Anyone who owns a Tesla [TSLA] will likely have spent hours waiting around at charging stations.
Elon Musk, founder of the company (pictured), may be looking to put an end to that with the introduction of drive-in restaurants, according to recently filed trademark paperwork.
Tesla’s share price didn’t jump on the trademark news. After all, executives at the company haven’t commented on the plans, so there’s currently no idea of timelines, locations or the revenue potential.
As of close on 7 June, Tesla’s share price has fallen 14.2% to $605.13. It has fallen 10% in the last month alone (through 7 June). Though Tesla’s share price is up 246.51% in the last 52 weeks, it’s currently trading around 33% below its all-time high of $900.40 reached on 25 January this year.
Tesla’s share price performance has lagged the broader EV market. The Global X Autonomous & Electric Vehicle ETF [DRIV] has risen just short of 19% so far this year. Meanwhile, the iShares Self-Driving EV and Tech ETF [IDRV] has risen 14.6% in the year to date (through 7 June).
Tesla’s share price has seen substantial volatility lately. Firstly, there have been Musk’s concerns about the environmental impact of Bitcoin [BTC]. Though the company didn’t sell any of the Bitcoin assets it has on its balance sheet, the price of the cryptocurrency plunged.
In a note to clients seen by Investing.com, Dan Ives, Wedbush analyst and long-time Tesla bull, described Musk’s move as a “shocker” and cautioned that it could lead to short-term volatility for the stock.
“[T]he nature of Bitcoin mining hasn’t changed in the last three months” since Tesla first bought into the cryptocurrency, wrote Ives. “[B]acktracking on the crypto transaction three months later is a very surprising and confusing move to both Tesla and crypto investors.”
Secondly, Tesla has seen a drop in demand for its EVs in China. It announced that monthly net orders in China for May were 9,800, down from more than 18,000 a month earlier. Data from the China Passenger Car Association shows that sales in China totalled 11,671 in April, down from 35,478 in March.
China has become an increasingly key market for Tesla, accounting for more than a fifth of its revenue. Sales for the full year 2020 were $6.6bn, 21% of the company’s total revenue for 2020 of $31.5bn.

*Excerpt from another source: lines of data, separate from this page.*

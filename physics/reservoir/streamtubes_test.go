package reservoir

import (
	"math"
	"math/rand/v2"
	"testing"

	"brinefront/physics/displace"
	"brinefront/physics/fracflow"
	"brinefront/physics/pattern"
	"brinefront/physics/relperm"
)

// pistonFlow has straight curves, piston-like up to a mobility ratio of 1.
func pistonFlow(m float64) fracflow.Flow {
	return fracflow.Flow{Curves: relperm.Corey{Krw0: 1, Kro0: 1, Nw: 1, No: 1}, MuW: 1e-3, MuO: m * 1e-3}
}

func tubes(t testing.TB, shape pattern.Shape, n int, flow fracflow.Flow, bores pattern.Bores, tolerance float64) Streamtubes {
	t.Helper()
	g, err := pattern.New(shape, n)
	if err != nil {
		t.Fatal(err)
	}
	lo, hi := flow.Ends()
	d, err := displace.New(flow, hi, lo)
	if err != nil {
		t.Fatal(err)
	}
	return NewStreamtubes(g, bores, NewFlood(flow, d), tolerance)
}

var fiveSpot = pattern.Shape{Kind: pattern.FiveSpot}

// A piston-like front at unit mobility meets the resistance of the pattern, whatever has
// been injected, and sweeps what potential theory says, to the width of a tube.
func TestStreamtubesAtUnitMobility(t *testing.T) {
	bores := pattern.Bores{Radius: 5e-4, Injector: 1.1, Producer: -0.7}
	for _, shape := range []pattern.Shape{fiveSpot, {Kind: pattern.SevenSpot}, {Kind: pattern.Direct, Ratio: 1}, {Kind: pattern.Staggered, Ratio: 1}, {Kind: pattern.NineSpot, Ratio: 0.6}} {
		s := tubes(t, shape, 40, pistonFlow(1), bores, 1e-6)
		g := s.Geometry
		for _, q := range []float64{0.1, 0.6, 0.9, 1.3, 2} {
			x := Clock(s, q, 0)
			rate := s.At(x).Rate * g.Area
			near(t, "rate", rate, 1e3*2*math.Pi/g.Drop(bores), 2e-5*rate)
			sweep, cut := g.UnitSweep(q)
			near(t, "sweep", s.Swept(x), sweep, 5e-3) // the last of 40 tubes is swept as a whole
			near(t, "cut", s.At(x).Cut(), cut, 1.0/20)
			near(t, "oil", s.At(x).Oil, s.Swept(x), 2e-5)
		}
		near(t, "breakthrough", s.At(s.Breakthrough()).Injected, g.Breakthrough(), 2e-3)
	}
}

// Oil against volume injected is concave along each tube, so that tubes which take unequal
// shares never give more than an even body: at any mobility, in any pattern. Water in is
// oil and water out, sweep rises, and the rate at the start is that of oil alone but for
// the circle around the injector, which has been filled.
func TestStreamtubesGiveLessThanEven(t *testing.T) {
	r := rand.New(rand.NewPCG(3, 14))
	kinds := []pattern.Kind{pattern.FiveSpot, pattern.Direct, pattern.Staggered, pattern.SevenSpot, pattern.NineSpot, pattern.Radial}
	for range 12 {
		flow := fracflow.Flow{
			Curves: relperm.Corey{Swc: 0.2, Sor: 0.25, Krw0: 0.1 + 0.9*r.Float64(), Kro0: 0.3 + 0.7*r.Float64(), Nw: 1.2 + 3*r.Float64(), No: 1.2 + 3*r.Float64()},
			MuW:    1e-3, MuO: 1e-3 * math.Exp(4*r.Float64()-1),
		}
		shape := pattern.Shape{Kind: kinds[r.IntN(len(kinds))], Ratio: 0.5 + 3*r.Float64()}
		bores := pattern.Bores{Radius: 1e-4 + 1e-3*r.Float64(), Injector: 3 * r.Float64(), Producer: -r.Float64()}
		s := tubes(t, shape, 10, flow, bores, 1e-5)
		ahead, _ := flow.Mobility(0.2)
		face, _ := flow.Mobility(0.75)
		start := 0.0
		for _, tube := range s.Geometry.Tubes {
			e := s.Geometry.Ends(tube, bores)
			start += 1 / (e.Impedance * (e.In/face + (1+e.Out)/ahead))
		}
		near(t, "rate at the start", s.At(0).Rate*s.Geometry.Area, start, 1e-4*start)
		swept := 0.0
		for _, q := range []float64{0.05, 0.2, 0.4, 0.8, 2, 7} {
			x := Clock(s, q, 0)
			o := s.At(x)
			even := s.Flood.Displacement.After(q)
			if o.Oil > even.Oil+2e-5 {
				t.Errorf("%v, Q %g: %.6g of oil, an even body gives %.6g", shape, q, o.Oil, even.Oil)
			}
			if e := s.Swept(x); !(e >= swept-1e-12 && e <= 1+1e-12) {
				t.Errorf("%v, Q %g: swept %g after %g", shape, q, e, swept)
			} else {
				swept = e
			}
			if q < s.At(s.Breakthrough()).Injected {
				near(t, "oil before breakthrough", o.Oil, q, 1e-4)
				near(t, "swept before breakthrough", swept, q*s.Flood.Displacement.FrontSpeed(), 2e-4)
			}
		}
	}
}

// Rows far apart flood like a linear body of the same resistance: within what converging
// flow near the wells leaves, which is a/d of the way at most.
func TestFarRowsFloodLikeABlock(t *testing.T) {
	flow := fracflow.Flow{Curves: viscous, MuW: 0.47e-3, MuO: 5.93e-3}
	loss := func(ratio float64) float64 {
		s := tubes(t, pattern.Shape{Kind: pattern.Direct, Ratio: ratio}, 10, flow, pattern.Bores{Radius: 1e-2 / ratio}, 1e-5)
		q := s.Flood.Displacement.Breakthrough()
		return 1 - s.At(Clock(s, q, 0)).Oil/s.Flood.Displacement.After(q).Oil
	}
	five, ten := loss(5), loss(10)
	if !(five > 0 && ten > 0 && ten < 0.6*five && ten < 0.05) {
		t.Errorf("oil lost against a block: %.3g at d/a 5, %.3g at 10", five, ten)
	}
}

// Turned round, a pattern of unequal wells floods otherwise, except where all mobilities
// are one.
func TestTurnedPatterns(t *testing.T) {
	bores := pattern.Bores{Radius: 5e-4}
	for _, same := range []bool{true, false} {
		flow := pistonFlow(1)
		if !same {
			flow = fracflow.Flow{Curves: viscous, MuW: 0.47e-3, MuO: 5.93e-3}
		}
		s := tubes(t, pattern.Shape{Kind: pattern.SevenSpot}, 12, flow, bores, 1e-5)
		back := NewStreamtubes(s.Geometry.Reverse(), bores, s.Flood, 1e-5)
		x := Clock(s, 0.3, 0)
		difference := math.Abs(back.At(x).Injected/0.3 - 1)
		if same != (difference < 1e-4) {
			t.Errorf("unit mobility %v: turned round, %.2g more or less is injected", same, difference)
		}
	}
}

// Half the stations of each tube change the clock by 4e-3 and oil by 3e-4 at most; the error
// falls with the square of their distance, so that all of them leave a third of that.
func TestStationsSuffice(t *testing.T) {
	flow := fracflow.Flow{Curves: viscous, MuW: 0.47e-3, MuO: 5.93e-3}
	bores := pattern.Bores{Radius: 5e-4}
	all := tubes(t, fiveSpot, 8, flow, bores, 1e-6)
	g, err := pattern.New(fiveSpot, 8)
	if err != nil {
		t.Fatal(err)
	}
	for i := range g.Tubes {
		tube := &g.Tubes[i]
		var v, w []float64
		for k := 0; k < len(tube.V); k += 2 {
			v, w = append(v, tube.V[k]), append(w, tube.G[k])
		}
		tube.V, tube.G = v, w
	}
	half := NewStreamtubes(g, bores, all.Flood, 1e-6)
	for _, q := range []float64{0.2, 0.5, 1, 3} {
		x, y := Clock(all, q, 0), Clock(half, q, 0)
		near(t, "clock", y/x, 1, 5e-3)
		near(t, "oil", half.At(y).Oil, all.At(x).Oil, 4e-4)
	}
}

func BenchmarkStreamtubes(b *testing.B) {
	g, err := pattern.New(fiveSpot, 40)
	if err != nil {
		b.Fatal(err)
	}
	flow := fracflow.Flow{Curves: viscous, MuW: 0.47e-3, MuO: 5.93e-3}
	lo, hi := flow.Ends()
	d, err := displace.New(flow, hi, lo)
	if err != nil {
		b.Fatal(err)
	}
	for b.Loop() {
		NewStreamtubes(g, pattern.Bores{Radius: 5e-4}, NewFlood(flow, d), 1e-3)
	}
}

// Wells whose effective radius lies beyond the circles around them free rock of resistance, with the
// oil in it: at the start the rate is that of the pattern full of oil, by hand, and as water of a
// twentieth of its mobility comes in the rate falls, never below that of the pattern full of water.
func TestWideWellsTakeNoResistanceBelowZero(t *testing.T) {
	const m = 0.05
	bores := pattern.Bores{Radius: 2.3e-3, Injector: -2.4, Producer: -1.1}
	for _, shape := range []pattern.Shape{fiveSpot, {Kind: pattern.SevenSpot}, {Kind: pattern.Direct, Ratio: 1}, {Kind: pattern.NineSpot, Ratio: 2}} {
		s := tubes(t, shape, 12, pistonFlow(m), bores, 1e-6)
		oil := 2 * math.Pi / (m * 1e-3) / s.Geometry.Drop(bores)
		near(t, "rate at the start", s.At(0).Rate*s.Geometry.Area, oil, 2e-5*oil) // as at unit mobility above
		former := math.Inf(1)
		for q := 0.02; q < 3; q *= 1.3 {
			rate := s.At(Clock(s, q, 0)).Rate * s.Geometry.Area
			if rate > former*(1+1e-6) || rate < m*oil*(1-1e-6) {
				t.Errorf("%s: rate %g after %g PV, %g before, oil %g", shape.Kind, rate, q, former, oil)
			}
			former = rate
		}
	}
}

In 2019, this figure was $2.98bn, or 12% of the $24.58bn total revenue for that year.
However, Tesla’s position in the country is precarious. The EV maker has faced scrutiny in recent weeks over quality and safety concerns, while it has been criticised for its customer service and PR handling of the crisis.
On top of this, Tesla is facing increasing competition in China. Competitors including BYD Auto [1211.HK], Li Auto [LI] and Nio [NIO] continue to eat into its market share.
The current uncertainty around Tesla’s future growth in China is a good opportunity to ask whether the EV maker filing trademarks for drive-in restaurants in the US is a sign that it’s looking to diversify its business closer to home.
Tesla wouldn’t be the first automotive company to step into the world of food. Bentley, a subsidiary of Volkswagen [VOWG] had a short-lived restaurant in the UAE to celebrate the launch of its Continental GT series in the region. Earlier this year, Ford [F] commissioned a hot sauce to promote its Mustang Mach-E 1400; and Peugeot [STLA] sells kitchenware.
While other culinary crossovers tend to be more about brand promotion, Tesla’s restaurant concept plan seems to be about creating the best charging experience possible for its customers.
The wheels may have been in motion for a few years now. Back in 2017, then-Tesla CTO JB Straubel said at the global restaurant and tech conference FSTEC: “People are coming and spending 20-30 minutes at these stops… They want to eat, they want to have a cup of coffee [and] they want to use the bathroom.”